No Impact Man brought Intro 104 to my attention today.  It's a bill that would require electronics manufacturers to provide "end of life management" for their products in New York City.   Ideally, such a bill would encourage the re-design of products so that they contain fewer toxic chemicals and elements that are easier to recycle.  As it is written, computer and other electronics companies will work with the Department of Sanitation to establish programs in NYC to reduce the amount of nasty e-waste ending up in New York's (really Pennsylvania's, Ohio's, and other states') landfills and Newark's incinerator.  As you may or may not know, e-waste is the largest-growing portion of NYC's waste stream, evidenced by the CRT monitors on the sidewalks in nearly every neighborhood.

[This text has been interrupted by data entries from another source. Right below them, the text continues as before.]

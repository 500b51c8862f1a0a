package draw

import (
	"hash/fnv"
	"testing"
)

// The first outputs of the public splitmix64 generator seeded with 0 are
// mix(φ), mix(2φ), mix(3φ). Source: S. Vigna, splitmix64.c (2015), whose
// outputs are printed in several standard libraries' tests.
func TestMixIsThePublishedFinaliser(t *testing.T) {
	step := uint64(phi)
	for i, want := range []uint64{0xe220a8397b1dcdaf, 0x6e789e6aa1b965f4, 0x06c45d188009454f} {
		if got := mix(uint64(i+1) * step); got != want {
			t.Errorf("mix(%dφ) = %#x, want %#x", i+1, got, want)
		}
	}
}

func TestProcessHashIsFNV1a(t *testing.T) {
	for _, process := range []string{"", "evaporation", "capture by the central hole", "µ"} {
		h := fnv.New64a()
		h.Write([]byte(process))
		want := mix(mix(mix(7+seedSalt)+3+realiseSalt) + h.Sum64())
		if got := New(7, 3, process).key; got != want {
			t.Errorf("New(7, 3, %q).key = %#x, want %#x with the standard library's FNV-1a", process, got, want)
		}
	}
}

func TestColumnsEqualScalars(t *testing.T) {
	const n = 100_000
	dst := make([]float64, n)
	for _, first := range []uint64{0, 1, 1 << 40, 1<<64 - n/2} {
		for _, name := range [][2]uint32{{0, 0}, {1, 2}, {1<<32 - 1, 1<<32 - 1}} {
			s := New(5, first, "column")
			s.Uniforms(dst, first, name[0], name[1])
			for i, got := range dst {
				if want := s.Uniform(first+uint64(i), name[0], name[1]); got != want {
					t.Fatalf("Uniforms, object %d + %d: %x, scalar %x", first, i, got, want)
				}
			}
			s.Exps(dst, first, name[0], name[1])
			for i, got := range dst {
				if want := s.Exp(first+uint64(i), name[0], name[1]); got != want {
					t.Fatalf("Exps, object %d + %d: %x, scalar %x", first, i, got, want)
				}
			}
		}
	}
}

func TestColumnsOfAnyLength(t *testing.T) {
	s := New(1, 2, "lengths")
	for n := range 1100 {
		if n > 40 && n < 500 {
			continue
		}
		dst := make([]float64, n+1)
		for _, fill := range []struct {
			column func(dst []float64, first uint64, generation, number uint32)
			scalar func(object uint64, generation, number uint32) float64
		}{{s.Uniforms, s.Uniform}, {s.Exps, s.Exp}} {
			dst[n] = 42
			fill.column(dst[:n], 3, 0, 1)
			if dst[n] != 42 {
				t.Errorf("a column of %d wrote past its end", n)
			}
			for i, got := range dst[:n] {
				if want := fill.scalar(3+uint64(i), 0, 1); got != want {
					t.Errorf("column of %d, element %d: %x, scalar %x", n, i, got, want)
				}
			}
		}
	}
}

func TestEndsAreNeverReached(t *testing.T) {
	low, high := uniform(0), uniform(1<<64-1)
	if low <= 0 || low > 0x1p-54 {
		t.Errorf("least uniform = %x, want over 0 and at most 2^-54", low)
	}
	if want := 1 - 0x1p-53; high != want {
		t.Errorf("greatest uniform = %x, want %x", high, want)
	}
	// Neighbours differ everywhere, also where j + 1/2 no longer fits.
	for _, j := range []uint64{0, 1, 1<<51 - 1, 1<<52 - 2, 1<<52 - 1, 1 << 52, 1<<52 + 1, 1<<53 - 2} {
		if a, b := uniform(j<<11), uniform((j+1)<<11); !(a < b) {
			t.Errorf("uniform of j = %d is %x, of j + 1 %x: want a rise", j, a, b)
		}
	}
	for i := range layerTable {
		if x := (0 + nearlyHalf) * layerTable[i].width; !(x > 0) {
			t.Errorf("least exponential of layer %d = %x, want over 0", i, x)
		}
	}
}

func TestFillsDoNotAllocate(t *testing.T) {
	s, dst := New(1, 2, "column"), make([]float64, 100)
	if n := testing.AllocsPerRun(10, func() { s.Exps(dst, 0, 0, 0); s.Uniforms(dst, 0, 0, 0) }); n != 0 {
		t.Errorf("%v allocations, want none", n)
	}
}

Intro 104 seems like excellent legislation until I realize that it means, at least in the short term, that the export of e-waste to developing nations - which is standard and largely unregulated - would increase by a giant factor.  This just makes non-Americans sick and pollutes non-American land, because labor and land "cost less" in other places.  In order to get electronics manufacturers to seriously think about source reduction, the pressure has to come from all sides: legislation like this that speaks for the consumer, taking the burden of recycling off of him/her - as well as legislation that controls cheap overseas dumping and legislation that limits "recycling" (actually downcycling) in favor of developing more sustainable manufacturing methods.  That's a lot of legislation!  Still, the bill appears to represent a start; you can take action in the following ways: 

Read an NYT opinion piece in favor of it.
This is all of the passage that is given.